# Mini-Mill and Lathe on Amazon?



## MemorY (Jan 18, 2017)

Hey guys,

I came across these new machines that are relatively cheap on Amazon, and wanted to get some ideas from you all on them.

Good introduction to my own machining?

Probably not the best quality, so would it just be better to save up for something like a LMS?

What do you think?

Links:
Mill - https://goo.gl/YnnCSr
Lathe - https://goo.gl/AT1ic3
4th axis for mill - https://goo.gl/IxCQEz

Thanks guys!


----------



## wawoodman (Jan 18, 2017)

One look at the faceplate on the lathe would stop me!


----------



## DAT510 (Jan 18, 2017)

My only issue with Amazon for items like this is Service and Support.   The Machine on Amazon may be fine..... but if it isn't then what do you do?

The worst thing when starting out, is to have a machine that's not right and not really knowing it's the problem and not have access to MFG support.

I'd look at Grizzly.  They have 7x14" machine for  just a bit more, (if you include sales tax, now that Amazon collects it and Grizzly does not, but charges shipping).  I've found Grizzly's customer service to quite good and the availability of spare/replacement parts to be really good, even after they've stopped selling a given machine.

Chris


----------



## Billh50 (Jan 18, 2017)

The lathe is the same chinese lathe sold by Harbor Freight and others. The Mill I know I have seen elsewhere also.


----------



## ch2co (Jan 18, 2017)

I think it all boils down to customer support.

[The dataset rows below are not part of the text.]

def column_coefficients(g: SiteGraphs, col: Column, *, convex_row, visit_row, pay_row=None,
                        crew_row=None, budget_row=None):
    """Rows and coefficients of one site schedule (a column) in a master or integer problem.

    The schedule takes its site's convexity row (1), a visit row per replacement year (1),
    and, where those fleet limits exist, the payload row of its trip group and year (pack
    mass), the crew row of the year (1) and the budget row of each year it spends in
    (undiscounted spend). Row numbers come from the callables of year ``t``.
    """
    h = g.horizon_years
    rows, vals = [convex_row], [1.0]
    spend = np.zeros(h)
    for a in col.arcs:
        t1, t2 = int(g.arc_t1[a]), int(g.arc_t2[a])
        rows.append(visit_row(t1))
        vals.append(1.0)
        if pay_row is not None:
            rows.append(pay_row(t1))
            vals.append(float(g.arc_mass_kg[a]))
        if crew_row is not None:
            rows.append(crew_row(t1))
            vals.append(1.0)
        spend[t1] += g.arc_spend_t1[a]
        if t2 < h:
            spend[t2] += g.arc_spend_t2[a]
    if col.ex is not None and g.ex_t[col.ex] < h:
        spend[g.ex_t[col.ex]] += g.ex_spend[col.ex]
    if budget_row is not None:
        for t in np.nonzero(spend)[0]:
            rows.append(budget_row(int(t)))
            vals.append(float(spend[t]))
    return rows, vals


def _add_cols(hs, cost, lower, upper, entries):
    starts, index, value = [], [], []
    for idx, val in entries:
        starts.append(len(index))
        index.extend(idx)
        value.extend(val)
    hs.addCols(len(cost), np.asarray(cost, dtype=float), np.asarray(lower, dtype=float),
               np.asarray(upper, dtype=float), len(index), np.asarray(starts, dtype=np.int32),
               np.asarray(index, dtype=np.int32), np.asarray(value, dtype=float))


def group_costs(pricer: Pricer, site_group: np.ndarray, y: np.ndarray, trip_cost: np.ndarray,
                rate: float) -> np.ndarray:
    """Exact present cost of each trip group given its trip years ``y`` (groups x years):
    trips plus every site's cheapest path over those years (+inf if a site has none)."""
    g = pricer.g
    n_groups, h = y.shape
    allowed = y[site_group[g.arc_site], g.arc_t1] > 0.5
    final, keep_val, _ = pricer.values(np.where(allowed, 0.0, np.inf), np.zeros(g.ex_cost.size))
    site_val = keep_val.copy()
    np.minimum.at(site_val, g.pair_site, final)
    per_site = np.bincount(site_group, weights=np.where(np.isfinite(site_val), site_val, 0.0),
                           minlength=n_groups)
    bad = np.bincount(site_group, weights=~np.isfinite(site_val), minlength=n_groups) > 0
    trip_pv = trip_cost[:, None] * ec.spv(rate, np.arange(h))[None, :]
    return np.where(bad, np.inf, per_site + (y * trip_pv).sum(axis=1))


def polish_trip_years(g: SiteGraphs, site_group: np.ndarray, y: np.ndarray, trip_cost: np.ndarray,
                      rate: float, *, deadline: float, max_passes: int = 6) -> np.ndarray:
    """Local search on the trip years of several independent trip groups at once.

    Moves: open/close one year, or shift a trip by one year; every move is tried in all
    groups together (one fleet-wide shortest-path evaluation per move) and kept in the
    groups where it lowers cost. Only for groups without payload, crew or budget rows,
    where a site's best schedule given the trip years is its shortest path.
    """
    pricer = Pricer(g)
    h = g.horizon_years

    def cost(yy):
        return group_costs(pricer, site_group, yy, trip_cost, rate)

    best = cost(y)
    for _ in range(max_passes):
        improved = False
        moves = [("flip", t) for t in range(h)] + [("shift", t) for t in range(h - 1)]
        for kind, t in moves:  # about 2H moves, each vectorised over every group and site
            if time.perf_counter() > deadline:
                return y
            trial = y.copy()
            if kind == "flip":
                trial[:, t] = 1.0 - trial[:, t]
            else:
                trial[:, [t, t + 1]] = trial[:, [t + 1, t]]
            c = cost(trial)
            better = c < best - 1e-9 * np.maximum(1.0, np.abs(best))
            if better.any():
                y = np.where(better[:, None], trial, y)
                best = np.where(better, c, best)
                improved = True
        if not improved:
            break
    return y
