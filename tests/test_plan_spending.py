"""Spending by year against the NIST HB 135 worked example of research note §3.4, and
the days-off-air split that must leave the optimizer's total unchanged."""

from dataclasses import replace

import numpy as np
import pytest

from planner import economics as ec
from planner.optimize import Candidate, FleetProblem, SiteOptions, solve_fleet
from planner.plan.spending import SPENDING_PARTS, spending_by_year

ALL_MONTHS = tuple(range(1, 13))


def _lfp_example(downtime=0.0, pack=4500.0, inflation=0.0):
    # research note §3.4, alternative B: 4,500 pack lasting 8 years, trip 3,000 per visit,
    # disposal 100 per removed pack, 3 %, 20 years -> replaced at 0, 8, 16; LCC 16,989.81
    cand = Candidate("lfp-8", "lfp", 1.0, 3.4, 1000.0, 10.0, pack, 0.0, 100.0, 8.0, None, "calendar",
                     downtime_cost=downtime)
    site = SiteOptions("S1", "A", ALL_MONTHS, [cand])
    problem = FleetProblem([site], 20, 0.03, {"A": 3000.0}, gap_rel_frac=1e-9)
    solution = solve_fleet(problem)
    rows = spending_by_year(problem, solution, start_year=2030, inflation_frac=inflation)
    return problem, solution, rows


def test_worked_example_year_by_year():
    _, solution, rows = _lfp_example()
    # research note §3.4: LCC_B = 16,989.81 (NIST HB 135 formulas)
    assert solution.objective == pytest.approx(16989.81, abs=0.01)
    assert solution.sites[0].replacement_years == (0, 8, 16)
    by_year = {r["year"]: r for r in rows}
    assert len(rows) == 21 and rows[0]["calendar_year"] == 2030 and rows[-1]["calendar_year"] == 2050
    # note §3.4 cash flows: 7,500 at year 0; 7,600 at years 8 and 16; residual 2,250 at 20
    assert by_year[0]["packs"] == 4500.0 and by_year[0]["trips"] == 3000.0 and by_year[0]["disposal"] == 0.0
    for year in (8, 16):
        assert by_year[year]["total"] == pytest.approx(7600.0)
        assert by_year[year]["disposal"] == pytest.approx(100.0)
    assert by_year[20]["residual"] == pytest.approx(-2250.0)
    # note §3.4: the residual's present value is 2,250 x SPV(3 %, 20) = 1,245.77
    assert by_year[20]["present_value"] == pytest.approx(-1245.77, abs=0.01)
    # every column is its own part: the parts add to the row total, no balancing entry
    for r in rows:
        assert sum(r[k] for k in SPENDING_PARTS) == pytest.approx(r["total"], abs=1e-9)
    assert all(r["thermal"] == 0.0 for r in rows)


def test_present_values_add_up_to_the_total_present_cost():
    # NIST HB 135: the present cost is the sum of each year's amount x SPV(d, t); the
    # spending table must reproduce the optimizer's total within 0.01.
    for downtime in (0.0, 1800.0):
        _, solution, rows = _lfp_example(downtime=downtime)
        assert abs(sum(r["present_value"] for r in rows) - solution.objective) <= 0.01


def test_nominal_column_is_constant_money_inflated():
    # NIST HB 135 ch. 4 (constant vs current money): nominal = constant x (1 + I)^t
    _, _, rows = _lfp_example(inflation=0.02)
    for r in rows:
        assert r["total_nominal"] == pytest.approx(r["total"] * 1.02 ** r["year"], rel=1e-12)
    # research note §3.3 equivalence: discounting the nominal amount at the nominal rate
    # gives the same present value as the constant amount at the real rate
    nominal_rate = float(ec.nominal_rate(0.03, 0.02))
    for r in rows:
        assert r["total_nominal"] / (1 + nominal_rate) ** r["year"] == pytest.approx(r["present_value"], abs=1e-6)


def test_days_off_air_apart_from_the_pack_price_keep_the_same_total():
    # The optimizer's objective must not change when days off air leave the pack price:
    # a 4,500 pack with 1,000 of days off air prices like a 5,500 pack did before.
    _, split, rows = _lfp_example(downtime=1000.0, pack=4500.0)
    _, folded, _ = _lfp_example(downtime=0.0, pack=5500.0)
    assert split.objective == pytest.approx(folded.objective, abs=1e-6)
    assert split.sites[0].replacement_years == folded.sites[0].replacement_years == (0, 8, 16)
    cost = split.sites[0].cost
    spv = float(ec.spv(0.03, 8)) + float(ec.spv(0.03, 16)) + 1.0
    # note §3.4: 4 of 8 years left at the horizon -> half of the last pack's share returned
    assert cost.packs == pytest.approx(4500.0 * spv)
    assert cost.residual == pytest.approx(-4500.0 * 0.5 * float(ec.spv(0.03, 20)))
    assert cost.downtime == pytest.approx(1000.0 * spv - 1000.0 * 0.5 * float(ec.spv(0.03, 20)))
    # Days off air fall in the years they happen: 1,000 is the present value at installation
    # of a uniform yearly cost over the 8-year life, so 1,000 / UPV(3 %, 8) = 142.46 a year
    # (NIST HB 135 App. D: UPV(3 %, 8) = 7.0197) from the year after each installation.
    yearly = 1000.0 / float(ec.upv(0.03, 8))
    assert yearly == pytest.approx(142.46, abs=0.01)
    by_year = {r["year"]: r for r in rows}
    assert by_year[0]["downtime"] == 0.0
    for year in range(1, 20):
        assert by_year[year]["downtime"] == pytest.approx(yearly, rel=1e-12), year
    # the end year balances the linear residual share against the amounts booked (the
    # optimizer's price is unchanged): the present values of the column equal cost.downtime
    pv = sum(r["downtime"] * float(ec.spv(0.03, r["year"])) for r in rows)
    assert pv == pytest.approx(cost.downtime, rel=1e-12)


def test_regions_split_the_fleet_without_loss():
    # two regions: their spending adds up to the fleet's, year by year (bookkeeping identity)
    cand = Candidate("d", "lfp", 1.0, 3.4, 1000.0, 10.0, 2000.0, 300.0, 50.0, 5.0, None, "calendar")
    sites = [SiteOptions(f"S{i}", "AB"[i % 2], ALL_MONTHS, [replace(cand, design_id=f"d{i}")])
             for i in range(4)]
    problem = FleetProblem(sites, 12, 0.03, {"A": 1000.0, "B": 2500.0}, gap_rel_frac=1e-9)
    solution = solve_fleet(problem)
    fleet = spending_by_year(problem, solution, start_year=2030)
    parts = [spending_by_year(problem, solution, start_year=2030, regions=[r]) for r in "AB"]
    totals = np.array([r["total"] for r in fleet])
    assert np.allclose(totals, [a["total"] + b["total"] for a, b in zip(*parts)])
    assert sum(r["present_value"] for r in fleet) == pytest.approx(solution.objective, abs=0.01)


def test_existing_pack_disposal_and_risk_fall_in_their_years():
    # HB 135 end-of-year convention (research note §3.2): the pack in service goes out at
    # the first replacement and its disposal is paid that year; its expected failure
    # cost (F(a) - F(a-1)) x cost falls in year a; the years add up to the objective.
    from planner.optimize import ExistingPack
    from planner.pack.life_risk import failure_prob_by_age

    probs = failure_prob_by_age(2.5, 12, 0.3, age_years=4.0)
    cand = Candidate("d", "lfp", 1.0, 3.4, 1000.0, 10.0, 2000.0, 300.0, 50.0, 6.0, None, "calendar")
    site = SiteOptions("S1", "A", ALL_MONTHS, [cand], unplanned_trip_cost=1500.0,
                       existing=ExistingPack(2.5, disposal_cost=80.0, failure_prob_by_age=probs))
    problem = FleetProblem([site], 12, 0.03, {"A": 1000.0}, gap_rel_frac=1e-9)
    solution = solve_fleet(problem)
    first = solution.sites[0].replacement_years[0]
    assert first == 2  # kept two years: the optimizer's trade of risk against an early pack
    rows = spending_by_year(problem, solution, start_year=2030)
    assert rows[first]["disposal"] == pytest.approx(80.0)
    for year in range(1, first + 1):
        expected = (probs[year - 1] - (probs[year - 2] if year > 1 else 0.0)) * 1500.0
        assert rows[year]["risk"] == pytest.approx(expected, rel=1e-12)
    assert abs(sum(r["present_value"] for r in rows) - solution.objective) <= 0.01


def test_design_change_price_trend_and_measure_add_up_year_by_year():
    # the hand-worked design-change example of tests/test_optimize_fleet.py (A at year 0,
    # C at half price in year 1, trip 100 a year visited, 10 %), with a 250 thermal
    # measure plus 85 of labour paid once with the first pack: the cash of each year is
    # what that pack costs then, and the present values add up to the total (NIST HB 135)
    a = Candidate("A", "vrla", 1.0, 2.3, 1000.0, 10.0, 300.0, 0.0, 0.0, 1.0, None, "calendar",
                  thermal_measure="insulated-box", measure_price=250.0, measure_labour_cost=85.0)
    c = Candidate("C", "lfp", 1.0, 3.4, 1000.0, 10.0, 400.0, 0.0, 0.0, 1.0, None, "calendar",
                  price_trend_frac_per_year=-0.5, thermal_measure="insulated-box", measure_price=250.0,
                  measure_labour_cost=85.0)
    problem = FleetProblem([SiteOptions("S1", "A", ALL_MONTHS, [a, c])], 2, 0.10, {"A": 100.0},
                           residual_value=False, gap_rel_frac=0.0)
    solution = solve_fleet(problem)
    assert [x.design_id for x in solution.sites[0].installations] == ["A", "C"]
    rows = {r["year"]: r for r in spending_by_year(problem, solution, start_year=2030)}
    assert rows[0]["packs"] == pytest.approx(300.0) and rows[1]["packs"] == pytest.approx(200.0)
    # the measure's price is a thermal-measure cost, its 85 of fitting labour installation
    # labour, as the optimizer's cost groups count them
    assert rows[0]["thermal"] == pytest.approx(250.0) and rows[1]["thermal"] == 0.0
    assert rows[0]["labour"] == pytest.approx(85.0)
    # 300 + 335 + 100 + (200 + 100) / 1.1 (arithmetic)
    assert solution.objective == pytest.approx(735.0 + 300.0 / 1.1, rel=1e-12)
    assert sum(r["present_value"] for r in rows.values()) == pytest.approx(solution.objective, rel=1e-12)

If you save a little but can't get service, parts etc. it's a poor choice. 

CHuck the grumpy old guy


----------



## tq60 (Jan 18, 2017)

Same as hf for more money.

Had the hf one and all gears are plastic.

Use same money for small south bend

Sent from my SAMSUNG-SGH-I337Z using Tapatalk


----------



## Charles Spencer (Jan 19, 2017)

The mill looks to be the same as this one from Harbor Freight:

http://www.harborfreight.com/two-speed-variable-bench-mill-drill-machine-44991.html

Which is listed as $699.  With a 20% off coupon it would be about $560.  With a 25% off coupon it would be about $525.  I bought one of these.  Shipping was $20.  So $580 or $545 vs, $840.  These coupons come out frequently.

I haven't had any problem with my mini mill, but I have had to deal with HF customer service in the past.  I found them to be satisfactory.


----------



## pstemari (Jan 19, 2017)

Tilting column Mills like that are a pain. It's nearly impossible to use a tilting column, unlike the situation with a knee mill, and they will get out of tram constantly.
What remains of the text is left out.